Un matin, Pierre Poivre se présenta à la porte de la maison de Jeanne, les mains croisées devant lui, l’air préoccupé. Il pénétra dans le salon coloré de pétales, s’assit pesamment, déclina toute forme de politesse de son hôtesse et prit une grande inspiration :
— Chère Jeanne, vous savez que je vous ai accueilli ici avec un plaisir non dissimulé. Mon attachement envers Philibert me lia à vous par son intermédiaire. Comme je m’y attendais, cet homme remarquable avait choisi une femme à sa hauteur. Hélas, j’ai une triste nouvelle à vous annoncer.

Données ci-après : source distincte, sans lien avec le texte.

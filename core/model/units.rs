//! Drive-unit physics: the torque an engine or a motor-generator can give
//! (or, generating, take) at the current speed, and the power and fuel flows
//! that go with a torque. Shaft quantities are at the unit, wheel quantities
//! are the sum over the two wheels of its axle.
//!
//! Gearing (common practice): ω_unit = i·ω_wheel; driving, T_wheel =
//! η_d·i·T_shaft; generating, the loss runs the other way, T_shaft =
//! η_d·T_wheel/i.

use crate::params::{DriveUnit, Efficiency, Fuel, Machine, Map, MotorGenerator};

/// Largest shaft torque T in [0, `cap`] such that T·|ω| ≤ P·η(ω, T): the
/// torque an input power `power` (W) sustains through the efficiency
/// (`P_shaft = η·P_in`, e.g. fuel power through the thermal efficiency, or
/// electrical power through a motor's efficiency), N·m.
///
/// With a map: the cap itself when it satisfies the limit (one lookup, the
/// usual case); otherwise, since η is linear in T between torque breakpoints
/// at a fixed speed (bilinear interpolation), each piece is solved in closed
/// form, T = P·a/(|ω| − P·s) for η = a + s·T, and the first crossing is taken.
#[inline]
pub fn torque_from_input_power(eff: &Efficiency, speed: f64, power: f64, cap: f64) -> f64 {
    if power <= 0.0 {
        return 0.0;
    }
    let w = speed.abs();
    if w == 0.0 {
        return cap;
    }
    match eff {
        Efficiency::Constant(e) => (power * e / w).min(cap),
        Efficiency::Map(_) if cap * w <= power * eff.value(w, cap) => cap,
        Efficiency::Map(m) => first_crossing(m, w, cap, |a, s| {
            let denominator = w - power * s;
            (denominator > 0.0).then(|| power * a / denominator)
        }),
    }
}

/// Largest shaft torque T in [0, `cap`] such that T·|ω|·η(ω, T) ≤ P: the
/// torque whose shaft power, through the efficiency, gives at most `power`
/// (W) out (a generator feeding the store), N·m.
///
/// With a map: the cap when it satisfies the limit; otherwise piecewise,
/// |ω|·T·(a + s·T) = P, solved as T = 2P/(a|ω| + √(a²ω² + 4s|ω|P)) (the
/// smaller positive root, written to avoid cancellation).
#[inline]
pub fn torque_for_output_power(eff: &Efficiency, speed: f64, power: f64, cap: f64) -> f64 {
    if power <= 0.0 {
        return 0.0;
    }
    let w = speed.abs();
    if w == 0.0 {
        return cap;
    }
    match eff {
        Efficiency::Constant(e) => (power / (e * w)).min(cap),
        Efficiency::Map(_) if cap * w * eff.value(w, cap) <= power => cap,
        Efficiency::Map(m) => first_crossing(m, w, cap, |a, s| {
            let discriminant = a * a * w * w + 4.0 * s * w * power;
            let denominator = a * w + discriminant.max(0.0).sqrt();
            (discriminant >= 0.0 && denominator > 0.0).then(|| 2.0 * power / denominator)
        }),
    }
}

/// Walks the torque pieces of `map` at speed `speed` from T = 0 upwards and
/// returns the first root `root(a, s)` of the piece η = a + s·T that lies in
/// its piece, capped at `cap`. Below the first and above the last breakpoint
/// η is constant (the map is clamped).
#[inline]
fn first_crossing(map: &Map, speed: f64, cap: f64, root: impl Fn(f64, f64) -> Option<f64>) -> f64 {
    let slice = map.slice_at(speed);
    let mut lo = 0.0;
    let mut prev = (slice.breakpoint(0), slice.value(0));
    // Constant piece below the first breakpoint.
    if let Some(t) = root(prev.1, 0.0) {
        if t <= prev.0 {
            return t.min(cap);
        }
    }
    for j in 1..slice.len() {
        if lo >= cap {
            return cap;
        }
        let next = (slice.breakpoint(j), slice.value(j));
        let s = (next.1 - prev.1) / (next.0 - prev.0);
        if let Some(t) = root(prev.1 - s * prev.0, s) {
            if t >= prev.0 && t <= next.0 {
                return t.min(cap);
            }
        }
        lo = next.0;
        prev = next;
    }
    // Constant piece above the last breakpoint.
    root(prev.1, 0.0).map_or(cap, |t| t.max(lo).min(cap))
}

/// Shaft torque an engine can give at shaft speed `speed` (rad/s), N·m:
/// min(T_max(ω), P_max/|ω|, T_fuel) where T_fuel carries the fuel-flow power
/// cap ṁ_max·LHV·η_b (the engine's power from its fuel, P = ṁ·LHV·η_b;
/// Heywood, *Internal Combustion Engine Fundamentals*, ch. 2, brake
/// thermal efficiency, from memory).
#[inline]
pub fn engine_available_torque(u: &DriveUnit, fuel: Option<&Fuel>, speed: f64) -> f64 {
    let torque = u.max_torque.value(speed).min(u.max_power / speed.abs());
    match fuel {
        Some(Fuel {
            max_mass_flow: Some(flow),
            lower_heating_value,
            thermal_efficiency,
        }) => torque_from_input_power(
            thermal_efficiency,
            speed,
            flow * lower_heating_value,
            torque,
        ),
        _ => torque,
    }
}

/// Fuel mass flow of an engine giving shaft torque `torque` (N·m) at shaft
/// speed `speed` (rad/s), kg/s: ṁ = P/(LHV·η_b(ω, T)) for shaft power
/// P = T·ω > 0, none otherwise (Heywood ch. 2, from memory).
#[inline]
pub fn fuel_mass_flow(fuel: &Fuel, speed: f64, torque: f64) -> f64 {
    let power = torque * speed;
    if power > 0.0 {
        power / (fuel.lower_heating_value * fuel.thermal_efficiency.value(speed, torque))
    } else {
        0.0
    }
}

/// Shaft torque a motor-generator can give while motoring at shaft speed
/// `speed` (rad/s) with `electrical` W available at its terminals, N·m:
/// min(T_max(ω), P_max/|ω|, T_e) with T_e·|ω| = η_m(ω, T_e)·P_e.
#[inline]
pub fn motor_available_torque(
    u: &DriveUnit,
    mg: &MotorGenerator,
    speed: f64,
    electrical: f64,
) -> f64 {
    let torque = u.max_torque.value(speed).min(u.max_power / speed.abs());
    torque_from_input_power(&mg.motoring_efficiency, speed, electrical, torque)
}

/// Shaft torque magnitude a motor-generator can take while generating at
/// shaft speed `speed` (rad/s) when the terminals may accept `electrical`
/// W, N·m: min(T_gen, P_gen/|ω|, T_e) with T_e·|ω|·η_g(ω, T_e) = P_e.
#[inline]
pub fn generator_available_torque(mg: &MotorGenerator, speed: f64, electrical: f64) -> f64 {
    let torque = mg
        .max_generating_torque
        .min(mg.max_generating_power / speed.abs());
    torque_for_output_power(&mg.generating_efficiency, speed, electrical, torque)
}

/// Shaft torque of a unit giving `wheel_torque` (N·m, both wheels, negative
/// generating) through its gearing, N·m.
#[inline]
pub fn shaft_torque(u: &DriveUnit, wheel_torque: f64) -> f64 {
    if wheel_torque >= 0.0 {
        wheel_torque / (u.efficiency * u.ratio)
    } else {
        wheel_torque * u.efficiency / u.ratio
    }
}

/// Electrical power at a motor-generator's terminals, W (positive drawn from
/// the store): P_m/η_m(ω, T) when the shaft power P_m = T·ω is positive
/// (motoring), P_m·η_g(ω, T) when negative (generating) (common practice).
#[inline]
pub fn electrical_power(mg: &MotorGenerator, speed: f64, torque: f64) -> f64 {
    let mechanical = torque * speed;
    if mechanical >= 0.0 {
        mechanical / mg.motoring_efficiency.value(speed, torque)
    } else {
        mechanical * mg.generating_efficiency.value(speed, torque)
    }
}

/// The motor-generator of a unit, if it is one.
#[inline]
pub fn motor_generator(u: &DriveUnit) -> Option<&MotorGenerator> {
    match &u.machine {
        Machine::MotorGenerator(mg) => Some(mg),
        Machine::Engine(_) => None,
    }
}

#[cfg(test)]
mod tests {
    use super::*;

    fn map() -> Efficiency {
        Efficiency::Map(Map {
            x: vec![0.0, 1000.0],
            y: vec![20.0, 100.0, 200.0],
            z: vec![0.80, 0.90, 0.85, 0.70, 0.95, 0.80],
        })
    }

    /// The closed-form pieces solve the defining equations: T·ω = P·η(ω, T)
    /// (input) and T·ω·η(ω, T) = P (output), checked by substitution with the
    /// map's own bilinear value, and the constant-efficiency forms P·η/ω, P/(η·ω).
    #[test]
    fn torque_for_power_solves_its_equation() {
        let eff = map();
        for speed in [50.0, 300.0, 700.0, 1500.0] {
            for power in [1e3, 2e4, 6e4, 1.2e5] {
                let t = torque_from_input_power(&eff, speed, power, f64::INFINITY);
                let residual = t * speed - power * eff.value(speed, t);
                assert!(
                    residual.abs() < 1e-9 * power,
                    "in {speed} {power}: {t} ({residual})"
                );
                let t = torque_for_output_power(&eff, speed, power, f64::INFINITY);
                let residual = t * speed * eff.value(speed, t) - power;
                assert!(
                    residual.abs() < 1e-9 * power,
                    "out {speed} {power}: {t} ({residual})"
                );
            }
        }
        let c = Efficiency::Constant(0.9);
        assert!((torque_from_input_power(&c, 200.0, 1e4, 1e9) - 45.0).abs() < 1e-12);
        assert!((torque_for_output_power(&c, 200.0, 9e3, 1e9) - 50.0).abs() < 1e-12);
        assert_eq!(torque_from_input_power(&c, 200.0, 1e4, 30.0), 30.0);
        assert_eq!(torque_from_input_power(&c, 0.0, 1e4, 30.0), 30.0);
        assert_eq!(torque_for_output_power(&eff, 0.0, 0.0, 30.0), 0.0);
        // A cap that meets the limit is returned as it is.
        assert_eq!(torque_from_input_power(&eff, 700.0, 1.2e5, 30.0), 30.0);
        assert_eq!(torque_for_output_power(&eff, 700.0, 1.2e5, 30.0), 30.0);
    }
}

Jeanne, tendue, s’assit à son tour :
— Je vous écoute, monsieur.
— Mon service d’intendant royal des Isles de France et de Bourbon s’achève dans quelques jours. Je viens de recevoir l’ordre de rentrer au pays avec ma famille, dans les plus brefs délais. La propriété reviendra à mon successeur et je crains fort que vous n’ayez plus votre place ici.
La bouche asséchée par l’émotion, la botaniste mit plusieurs minutes à intégrer les paroles entendues :
— Je dois partir ? Pour aller où ? C’est ici chez moi, je m’occupe de cette maison, de ce jardin qui passionnait tant Philibert…
— Rien ne vous empêche de demeurer sur l’île. Regagner le continent en ma compagnie serait d’ailleurs imprudent, nous risquerions d’attirer les interrogations sur votre arrivée mais…
— Mais je dois trouver un autre logement.
Après de multiples mots de désolation, le gouverneur Poivre quitta la maison blanche dans laquelle la locataire resta abasourdie face au futur incertain qui l’attentait. Ne se dressait dans son esprit que le néant, sans attache, sans repère, sans même savoir si elle conserverait le travail qui lui permettait de survivre.
Malheureusement, la réponse à cette interrogation cruciale arriva rapidement. Quelques semaines après la visite de Pierre Poivre, son remplaçant vint à son tour rencontrer Jeanne, affairée dans la pièce de stockage des caisses à herbiers.
M. Maillart Du Mesle signifia à la botaniste que l’accord avec son prédécesseur prenait fin en même temps que ses fonctions et lui intima de libérer les lieux. Poussée par la loyauté envers son défunt complice, Jeanne quémanda l’autorisation de sauvegarder la salle où ils se trouvaient en l’état, afin de préserver le travail de Philibert.
Avec une moue condescendante, le gouverneur accepta la requête en hommage au scientifique, sujet fidèle du roi, en insistant suffisamment sur ces mots pour ne pas laisser son mépris inconnu de l’intruse. Elle trouverait, pensait-il, une chambre inoccupée sur l’île et pouvait donc libérer son habitation au plus vite.
À l’évidence, l’intendant n’avait pas su se faire accepter de ses subordonnés. Après avoir fait leurs adieux au valeureux Pierre Poivre, défenseur des esclaves, les travailleurs vinrent témoigner leur soutien à la discrète habitante de la maison blanche.
Certains lui glissèrent le nom d’un proche susceptible de l’accueillir. Jeanne, aux ressources infinies, profita des derniers jours pour parcourir l’île à la recherche d’une idée viable pour son avenir solitaire. Une fois ses affaires en ordre, elle franchit les limites des terres du gouverneur pour ne plus y revenir.